* **TASK PROMPT**
Include in the output exactly the lines from the opening of the data through the line containing "const iso = (hoursAgo: number)", and nothing more.

(Source records)
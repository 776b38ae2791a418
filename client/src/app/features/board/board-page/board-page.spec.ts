import { BreakpointObserver } from '@angular/cdk/layout';
import { CdkDragDrop } from '@angular/cdk/drag-drop';
import { TestbedHarnessEnvironment } from '@angular/cdk/testing/testbed';
import { provideHttpClient } from '@angular/common/http';
import { HttpTestingController, TestRequest, provideHttpClientTesting } from '@angular/common/http/testing';
import { ComponentFixture, TestBed } from '@angular/core/testing';
import { MatChipListboxHarness } from '@angular/material/chips/testing';
import { MatDialog } from '@angular/material/dialog';
import { MatMenuHarness } from '@angular/material/menu/testing';
import { MatSelectHarness } from '@angular/material/select/testing';
import { provideRouter } from '@angular/router';
import { BOARD_LANES, TicketState } from '@domain/workflow';
import { BehaviorSubject, map, of } from 'rxjs';
import { SessionStore } from '../../../core/auth/session-store';
import { Notifier } from '../../../core/notifier';
import type { TicketDetail } from '../../tickets/ticket.models';
import { EVENT_SOURCE_FACTORY } from '../board-api';
import { Board, Card } from '../board.models';
import { BoardPage } from './board-page';

const HOUR = 3_600_000;
const iso = (hoursAgo: number) => new Date(Date.now() - hoursAgo * HOUR).toISOString();

function card(tag: string, state: TicketState, extra: Partial<Card> = {}): Card {
  return {
    id: Number(tag.slice(3)),
    tag,
    equipmentKind: 'transceiver',
    makeModel: 'Kestrel QX-7',
    ownerName: 'Orla Fenwick',
    ownerCallSign: 'Q2KFA',
    state,
    stateSince: iso(2),
    version: 3,
    technicianId: null,
    technicianName: null,
    previousState: null,
    flags: [],
    ...extra,
  };
}

function boardBody(cards?: Card[]): Board {
  return {
    waitLimitHours: 48,
    lanes: BOARD_LANES.map((state) => ({ state, count: 0, oldestSince: null })),
    cards: cards ?? [
      card('RW-0001', 'intake', { stateSince: iso(5) }),
      card('RW-0002', 'intake', { stateSince: iso(60), ownerCallSign: null, ownerName: 'Bram Ellery' }),
      card('RW-0003', 'diagnosis', { stateSince: iso(100), technicianId: 11, technicianName: 'Ines Marrow', flags: ['awaiting_approval'] }),
      card('RW-0004', 'diagnosis', { technicianId: 11, technicianName: 'Ines Marrow' }),
      card('RW-0005', 'bench_test', { flags: ['test_failed'], technicianId: 12, technicianName: 'Tobin Reed' }),
    ],
  };
}

const TECHNICIANS = [
  { id: 11, displayName: 'Ines Marrow', callSign: 'Q7IM' },
  { id: 12, displayName: 'Tobin Reed', callSign: null },
];

/** What the server answers for a ticket (only the fields the board reads matter here). */
function detailOf(c: Card, extra: Partial<TicketDetail> = {}): TicketDetail {
  return {
    ...c,
    createdAt: iso(10),
    serialNumber: null,
    units: [],
    faultReported: 'No transmit.',
    symptoms: ['no_transmit'],
    accessoriesNote: null,
    updatesBy: 'email',
    accessories: [],
    firmwareVersions: null,
    reflashConsent: true,
    notifyByEmail: true,
    ownerEmail: 'orla@fenmail.example',
    ownerPhone: null,
    awaitingApproval: c.flags.includes('awaiting_approval'),
    partsOnOrder: c.flags.includes('parts_on_order'),
    events: [],
    moves: [],
    undo: null,
    ...extra,
  };
}

/** A stand-in for the browser's EventSource (jsdom has none). */
class FakeEventSource {
  readyState = 0;
  onopen: (() => void) | null = null;
  onerror: (() => void) | null = null;
  closed = false;
  private readonly listeners: ((e: MessageEvent<string>) => void)[] = [];
  constructor(readonly url: string) {}
  private readonly reconnectListeners: (() => void)[] = [];
  addEventListener(type: string, listener: (e: MessageEvent<string>) => void) {
    if (type === 'revision') this.listeners.push(listener);
    if (type === 'reconnect') this.reconnectListeners.push(() => listener({ data: '{}' } as MessageEvent<string>));
  }
  /** The server's notice before it ends a stream on purpose. */
  reconnectNotice() {
    for (const l of this.reconnectListeners) l();
  }
  close() {
    this.closed = true;
    this.readyState = 2;
  }
  open() {
    this.readyState = 1;
    this.onopen?.();
  }
  revision(revision: string) {
    for (const l of this.listeners) l({ data: JSON.stringify({ revision }) } as MessageEvent<string>);
  }
  drop() {
    this.readyState = 0; // the browser reconnects by itself
    this.onerror?.();
  }
}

* **ANSWER BOX**
repository 776b38ae2791a418
filename client/src/app/features/board/board-page/board-page.spec.ts
import { BreakpointObserver } from '@angular/cdk/layout';
import { CdkDragDrop } from '@angular/cdk/drag-drop';
import { TestbedHarnessEnvironment } from '@angular/cdk/testing/testbed';
import { provideHttpClient } from '@angular/common/http';
import { HttpTestingController, TestRequest, provideHttpClientTesting } from '@angular/common/http/testing';
import { ComponentFixture, TestBed } from '@angular/core/testing';
import { MatChipListboxHarness } from '@angular/material/chips/testing';
import { MatDialog } from '@angular/material/dialog';
import { MatMenuHarness } from '@angular/material/menu/testing';
import { MatSelectHarness } from '@angular/material/select/testing';
import { provideRouter } from '@angular/router';
import { BOARD_LANES, TicketState } from '@domain/workflow';
import { BehaviorSubject, map, of } from 'rxjs';
import { SessionStore } from '../../../core/auth/session-store';
import { Notifier } from '../../../core/notifier';
import type { TicketDetail } from '../../tickets/ticket.models';
import { EVENT_SOURCE_FACTORY } from '../board-api';
import { Board, Card } from '../board.models';
import { BoardPage } from './board-page';

const HOUR = 3_600_000;
const iso = (hoursAgo: number) => new Date(Date.now() - hoursAgo * HOUR).toISOString();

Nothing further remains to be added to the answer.